1 Marxist Literary Theory Another lens through which to look at literature

2 What is Marxist Literary Theory? This approach to literature is based on the philosophy of Karl Marx—whoever owns the means of production in a society (the factories) controlled the society (culture). Marx felt that the basis for power should be with the large masses who actually operate the factories, not the few elite who owned them Marxists believed literature could start a revolution Marx believed that social hierarchies caused oppression (for the lower groups, the majority)

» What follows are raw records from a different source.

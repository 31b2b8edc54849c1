"""The pooled scores of a segmented build, as the single card's Score bands and Risk grades
sheets read a build.

Every segment's card has the same scaling, so the score histograms of the segments add up on
one scale (:func:`~scorecard.evaluation.histograms.pooled_histogram`); one cut-off acts on them
all. :class:`PooledScores` offers what :func:`~scorecard.outputs.workbook.sheets.write_score_bands`
and :func:`~scorecard.outputs.workbook.grades_sheet.write_grades_sheet` read of a build result
(gains table, band edges, histograms, measures, samples, card, config), so the segmented
workbook writes those sheets with the single card's own writers.
"""

from __future__ import annotations

from dataclasses import dataclass

import numpy as np
import pandas as pd

from scorecard.build.result import BuildResult
from scorecard.evaluation.histograms import (
    ScoreHistogram,
    band_edges,
    gains_table,
    pooled_histogram,
)


@dataclass(frozen=True)
class PooledSamples:
    """Rows of each sample over every segment (what the Score bands sheet's note reads)."""

    rows: dict


@dataclass(frozen=True)
class PooledScores:
    """The build-result view of every segment's scores pooled (see the module docstring)."""

    config: object
    card: object                    # the SegmentedScorecard: its score range and scaling
    samples: PooledSamples
    histograms: dict                # sample name -> pooled ScoreHistogram
    performance: dict               # sample name -> pooled Discrimination
    gains: pd.DataFrame
    gains_sample: str
    band_starts: np.ndarray
    notes: tuple = ("Every segment's scores pooled: each row scored by its own segment's card, "
                    "all on the one scale, so one cut-off acts on them together. Each "
                    "segment's own bands are on its Score bands (<segment>) sheet.",)

    # The build result's own readings of its scores, so that both are read alike.
    band_cutoffs = BuildResult.band_cutoffs
    grades = BuildResult.grades


def pooled_scores(result) -> PooledScores:
    """The pooled view of a :class:`~scorecard.build.segments.SegmentedBuildResult`.

    The gains table's sample is the holdout when every segment measured one, else the
    development sample, as for one card; the bands are cut as the config asks for one card.
    """
    parts = list(result.segments.values())
    histograms: dict[str, ScoreHistogram] = {}
    for sample in parts[0].histograms:
        if all(sample in p.histograms for p in parts):
            histograms[sample] = pooled_histogram(p.histograms[sample] for p in parts)
    sample = "holdout" if "holdout" in result.pooled else "development"
    hist = histograms[sample]
    starts = band_edges(hist, result.config.evaluation.score_bands)
    rows = {name: sum(p.samples.rows.get(name, 0) for p in parts) for name in histograms}
    return PooledScores(result.config, result.card, PooledSamples(rows), histograms,
                        dict(result.pooled), gains_table(hist, starts, result.card.scaling),
                        sample, starts)
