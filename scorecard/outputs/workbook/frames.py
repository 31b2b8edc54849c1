"""The workbook's tables as plain DataFrames, built from a build result and its scorecard.

Each function here is pure: it reads the result and returns one table with the column names
the sheets show. Keeping the tables apart from the cell writing lets them be tested alone.
"""

from __future__ import annotations

import math

import numpy as np
import pandas as pd

from scorecard.card.points import bad_probability_of_score, odds_of_score
from scorecard.card.scorecard import Characteristic, Scorecard
from scorecard.evaluation.histograms import ScoreHistogram

IN_MODEL = "in model"
# Steps between the scores of the distribution table and of the score-to-odds table: the
# smallest of these that keeps the table within the given number of rows. Odds are read at
# scores that are multiples of ten.
ROUND_STEPS = (1, 2, 5, 10, 20, 25, 50, 100, 200, 500, 1000)
ODDS_STEPS = (10, 20, 50, 100, 200, 500, 1000)

CHARACTERISTIC_COLUMNS = ["Characteristic", "Kind", "Status", "Stage", "Reason", "Fine classes",
                          "Trend", "Information value", "Strength", "Mutual information (nats)",
                          "Mutual information (bits)"]
BIN_COLUMNS = ["Characteristic", "Attribute", "Kind", "Rows", "Goods", "Bads", "Bad rate",
               "Share of rows", "Weight of evidence", "IV contribution", "Points", "Note"]
POINT_COLUMNS = ["Characteristic", "Attribute", "Points", "Reason code", "Reason",
                 "Weight of evidence", "Coefficient", "Note"]
DISTRIBUTION_COLUMNS = ["Score from", "Score to", "Goods", "Bads", "Share of goods",
                        "Share of bads", "Cumulative share of goods", "Cumulative share of bads",
                        "Gap (KS)"]


def attribute_labels(char: Characteristic) -> list[str]:
    """Labels of the bins of ``char``, made unique within the characteristic.

    A categorical level can carry the same text as a bin of another kind (a level named
    ``missing``); the spreadsheet looks attributes up by label, so a repeated label gets its
    bin kind appended.

    Examples
    --------
    >>> from scorecard.card.scorecard import Bin, LEVELS, MISSING
    >>> bins = (Bin("missing", LEVELS, 1, 1, 0.0, 1, levels=("missing",)),
    ...         Bin("missing", MISSING, 1, 1, 0.0, 2))
    >>> attribute_labels(Characteristic("x", "categorical", bins, 1.0, "R01", "x"))
    ['missing (levels)', 'missing (missing)']
    """
    labels = [b.label for b in char.bins]
    repeated = {label for label in labels if labels.count(label) > 1}
    out = [f"{b.label} ({b.kind})" if b.label in repeated else b.label for b in char.bins]
    seen: dict[str, int] = {}
    for i, label in enumerate(out):
        seen[label] = seen.get(label, 0) + 1
        if seen[label] > 1:
            out[i] = f"{label} [{seen[label]}]"
    return out


def ranked_reports(reports) -> list:
    """Reports by information value, highest first; columns without one last, in file order."""
    keyed = [(-r.information_value if not math.isnan(r.information_value) else math.inf, i, r)
             for i, r in enumerate(reports)]
    return [r for _, _, r in sorted(keyed, key=lambda t: (t[0], t[1]))]


def characteristics_frame(reports) -> pd.DataFrame:
    """One row per column of the data, ranked by information value."""
    rows = [{
        "Characteristic": r.name, "Kind": r.kind, "Status": r.status, "Stage": r.stage,
        "Reason": r.reason, "Fine classes": r.fine_classes or None, "Trend": r.trend,
        "Information value": r.information_value, "Strength": r.strength,
        "Mutual information (nats)": r.mutual_information_nats,
        "Mutual information (bits)": r.mutual_information_bits,
    } for r in ranked_reports(reports)]
    return pd.DataFrame(rows, columns=CHARACTERISTIC_COLUMNS)


def binned_reports(reports) -> list:
    """The reports that carry bins, ranked by information value."""
    return [r for r in ranked_reports(reports) if r.characteristic is not None]


def bins_frame(reports) -> pd.DataFrame:
    """Every binned characteristic's bins with development counts, WoE and points."""
    frames = [_bins_of(r) for r in binned_reports(reports)]
    if not frames:
        return pd.DataFrame(columns=BIN_COLUMNS)
    return pd.concat(frames, ignore_index=True)


def _bins_of(report) -> pd.DataFrame:
    char = report.characteristic
    goods = np.array([b.goods for b in char.bins], dtype=float)
    bads = np.array([b.bads for b in char.bins], dtype=float)
    woe = np.array([b.woe for b in char.bins], dtype=float)
    rows = goods + bads
    share_goods = goods / max(goods.sum(), np.finfo(float).tiny)
    share_bads = bads / max(bads.sum(), np.finfo(float).tiny)
    with np.errstate(invalid="ignore", divide="ignore"):
        bad_rate = np.where(rows > 0, bads / rows, np.nan)
    points = [b.points if report.status == IN_MODEL else None for b in char.bins]
    return pd.DataFrame({
        "Characteristic": char.name, "Attribute": attribute_labels(char),
        "Kind": [b.kind for b in char.bins], "Rows": rows, "Goods": goods, "Bads": bads,
        "Bad rate": bad_rate, "Share of rows": rows / max(rows.sum(), np.finfo(float).tiny),
        "Weight of evidence": woe, "IV contribution": (share_goods - share_bads) * woe,
        "Points": pd.array(points, dtype="Int64"), "Note": [b.note for b in char.bins],
    }, columns=BIN_COLUMNS)


def coefficients_frame(selection) -> pd.DataFrame:
    """The final fit: one row per term, the intercept first, with each column's VIF."""
    fit = selection.fit
    return pd.DataFrame({
        "Name": list(fit.names), "Coefficient": fit.coefficients,
        "Standard error": fit.standard_errors, "z": fit.z_values, "p-value": fit.p_values,
        "VIF": [selection.vif.get(n, math.nan) for n in fit.names],
    })


def steps_frame(selection) -> pd.DataFrame:
    """The stepwise log, one row per entry, saying whether the entry stayed in the model."""
    chosen = set(selection.selected)
    return pd.DataFrame({
        "Step": [s["step"] for s in selection.steps],
        "Entered": [s["entered"] for s in selection.steps],
        "Score-test p-value": [s["p_value"] for s in selection.steps],
        "Log-likelihood": [s["log_likelihood"] for s in selection.steps],
        "In final model": ["yes" if s["entered"] in chosen else "no, removed later"
                           for s in selection.steps],
    }, columns=["Step", "Entered", "Score-test p-value", "Log-likelihood", "In final model"])


def points_frame(card: Scorecard) -> pd.DataFrame:
    """One row per attribute of every characteristic in the model, in scorecard order."""
    frames = [pd.DataFrame({
        "Characteristic": c.name, "Attribute": attribute_labels(c),
        "Points": [b.points for b in c.bins], "Reason code": c.reason_code, "Reason": c.reason,
        "Weight of evidence": [b.woe for b in c.bins], "Coefficient": c.coefficient,
        "Note": [b.note for b in c.bins],
    }, columns=POINT_COLUMNS) for c in card.characteristics]
    return pd.concat(frames, ignore_index=True)


def round_step(span: float, max_rows: int, steps=ROUND_STEPS) -> int:
    """The smallest of ``steps`` that covers ``span`` points in at most ``max_rows`` rows.

    Examples
    --------
    >>> round_step(377, 40), round_step(377, 20), round_step(3, 40), round_step(3, 40, ODDS_STEPS)
    (10, 20, 1, 10)
    """
    return next((s for s in steps if span / s + 1 <= max_rows), steps[-1])


def odds_frame(card: Scorecard, max_rows: int = 40) -> pd.DataFrame:
    """Score, good:bad odds and bad probability at round scores across the attainable range."""
    low, high = card.min_score, card.max_score
    step = round_step(high - low, max_rows, ODDS_STEPS)
    scores = np.arange(math.ceil(low / step) * step, high + 1, step)
    if scores.size == 0:
        # A range narrower than one step holds no multiple of it: show its two ends.
        scores = np.unique([low, high])
    return pd.DataFrame({
        "Score": scores,
        "Good:bad odds": odds_of_score(scores, card.scaling),
        "Bad probability": bad_probability_of_score(scores, card.scaling),
    })


def distribution_frame(hist: ScoreHistogram, max_rows: int = 50) -> pd.DataFrame:
    """Goods and bads of one sample in round score groups, with cumulative shares and gap."""
    scores = hist.scores
    step = round_step(scores[-1] - scores[0], max_rows)
    group = scores // step - scores[0] // step
    n = int(group[-1]) + 1
    goods = np.bincount(group, weights=hist.goods, minlength=n)
    bads = np.bincount(group, weights=hist.bads, minlength=n)
    start = (scores[0] // step + np.arange(n)) * step
    total_goods, total_bads = max(goods.sum(), 1e-300), max(bads.sum(), 1e-300)
    cum_goods, cum_bads = np.cumsum(goods) / total_goods, np.cumsum(bads) / total_bads
    return pd.DataFrame({
        "Score from": np.maximum(start, scores[0]),
        "Score to": np.minimum(start + step - 1, scores[-1]),
        "Goods": goods, "Bads": bads,
        "Share of goods": goods / total_goods, "Share of bads": bads / total_bads,
        "Cumulative share of goods": cum_goods, "Cumulative share of bads": cum_bads,
        "Gap (KS)": cum_bads - cum_goods,
    }, columns=DISTRIBUTION_COLUMNS)


def samples_frame(samples) -> pd.DataFrame:
    """Rows, goods, bads and bad rate of each sample."""
    names = list(samples.rows)
    goods = np.array([samples.goods[n] for n in names], dtype=float)
    bads = np.array([samples.bads[n] for n in names], dtype=float)
    with np.errstate(invalid="ignore", divide="ignore"):
        rate = np.where(goods + bads > 0, bads / (goods + bads), np.nan)
    return pd.DataFrame({"Sample": names, "Rows": [samples.rows[n] for n in names],
                         "Goods": goods, "Bads": bads, "Bad rate": rate})


def discrimination_frame(performance: dict) -> pd.DataFrame:
    """AUC, Gini and KS of each sample that was scored."""
    names = list(performance)
    return pd.DataFrame({"Sample": names,
                         "AUC": [performance[n].auc for n in names],
                         "Gini": [performance[n].gini for n in names],
                         "KS": [performance[n].ks for n in names]})


def model_frame(card: Scorecard) -> pd.DataFrame:
    """The characteristics in the model with their reason code, strength and points range."""
    chars = card.characteristics
    return pd.DataFrame({
        "Characteristic": [c.name for c in chars],
        "Reason code": [c.reason_code for c in chars],
        "Information value": [c.information_value for c in chars],
        "Coefficient": [c.coefficient for c in chars],
        "Lowest points": [min(b.points for b in c.bins) for c in chars],
        "Highest points": [max(b.points for b in c.bins) for c in chars],
    })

3 Four Main Areas of Study 1. Economic Power  A society is shaped by its forces of production— those who own the means of production dictate what type of society it is  2 main classes of people: bourgeoisie (the people who control production) and the proletariat (those who operate the production and are controlled by the bourgeoisie)  Bourgeoisie control the money, so they have the power to manipulate politics, government, education, art, and media

4 Economic Power, Contd.  Capitalism makes people want material things, so they purchase items because of COMMODIFICATION ( a desire for possessions, not for their usefulness, but for their social value)  Commodification is one way the bourgeoisie controlled the proletariat—as soon as the proletariat manage to acquire some sort of status symbol, the bourgeoisie buy something newer and better, making the proletariat struggle more

5 2. Materialism Vs Spirituality The true foundation of society is not ideals or abstractions, but things The material world reveals reality; money and material possessions are the same by every measure, whereas spirituality is completely subjective People are not destroyed by spiritual failure, only material failure

6 3. Class Conflict There will be conflict between the two social classes  The owners and workers will have different ideas about the division of the wealth, and owners ultimately get to make the decision  This conflict is what instigates change  Divisions of race, ethnicity, gender, and religion are artificial, created by the bourgeoisie to distract the proletariat from unifying and rising up against bourgeoisie

7 4. Art, Literature, and Ideologies Art and literature are the way the bourgeoisie impose their value system on the proletariat—the arts make the current system look attractive and logical, thus lulling the workers into complacency Works of art are enjoyable to experience, so audience is unaware of manipulation Bourgeoisie can control art because they fund it; they are the ones who buy literature and art, so artists cannot offend them Any criticism of the bourgeoisie must be done in a subtle way (satire, irony, etc.)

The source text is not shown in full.